The Artist Who Imitated Natural Iridescence In Painting
The desire to faithfully reproduce some of the most complex colors of nature led Franziska Schenk to change the history of painting.
Efforts to imitate the colors of nature have historically been an engine of creativity. Let’s recall the invention of purple of Tyrian, for example, that mixed macerated enzymes with small shells and became high fashion among the Roman governors, perhaps because they appeared to be dressed-up as amethysts. Or Newton’s attempt to imitate/explain the brilliant plumage of peacocks with a prism that divided light into colors. Humans have always sought to trap that which shines.
German painter Franziska Schenk however, perhaps for the first time in art history, attempted to faithfully recreate the iridescence of the most extravagant creatures of the natural world (such as birds, fish and insects) in painting, and to not content herself with the already existent colors. But why not just take photographs? Because the desire provoked by the brilliance is not just to capture it but to also understand what makes it such, why does that which shines shine?
Schenk understood the phenomenon of iridescence thanks to some residences with scientists, who explained to her the fascinating theory of the structural colors of Thomas Young, the physicist who, at the end of the 19th century, was finally able to explain how the nature of rays of light on small transparent film produces iridescence. This phenomenon explains, for example, the rainbow seen in soap bubbles, in water with oil and in so many animals on the planet. Later, in a British aquarium, the painter studied those cuttlefish that look like squids and which use cells called chromatophores to imitate thousands of colors and camouflage themselves in their surroundings.

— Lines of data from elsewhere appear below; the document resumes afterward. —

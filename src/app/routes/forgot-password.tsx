import { Link } from 'react-router-dom';
import { PublicPage } from '@/components/ui/public-page';
import { ForgotPasswordForm } from '@/features/auth/components/forgot-password-form';

export function ForgotPasswordRoute() {
  return (
    <PublicPage title="Reset your password">
      <p className="text-muted">We will e-mail you a link that works for one hour.</p>
      <ForgotPasswordForm />
      <Link
        className="inline-flex min-h-target items-center font-bold underline underline-offset-4"
        to="/sign-in"
      >
        Back to sign in
      </Link>
    </PublicPage>
  );
}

Her first attempts were enormous portraits of threatening fish called groupers. But as much as she tried to include the bright gold background she was unable to find a yellow that was not “dull.” “The vivid golden and more familiar silver beams of iridescence generated by many fish, on the other hand, appear identical to the actual precious metal.” She couldn’t find any paint that would give the same shimmery look that fascinated her. “I was frustrated,” she recalls. “I wanted to use the same technology as the fish.”
But the process of not only understanding but also imitating the iridescence of nature on a canvas led her to take up residence at the Natural History Museum in London and, three years later, to the chemical laboratories to measure the optical properties of her work. The results are as spectacular as one might imagine.
What Schenk did, in short, was to borrow the tricks of nature to “construct” colors in the same way, layer by layer. In 2013 she reproduced the orange underside of the tamamushi or Japanese jewel bug, the green of its shell and its violet lines, and compared it with the real insect’s measures of reflection.
No photograph has the shine or the sparkle of Schenk’s paintings, and which furthermore invite the viewer to consider the iridescence and the process that her paintings entail, which is a fascinating mental exercise. It is enough just to see her butterflies.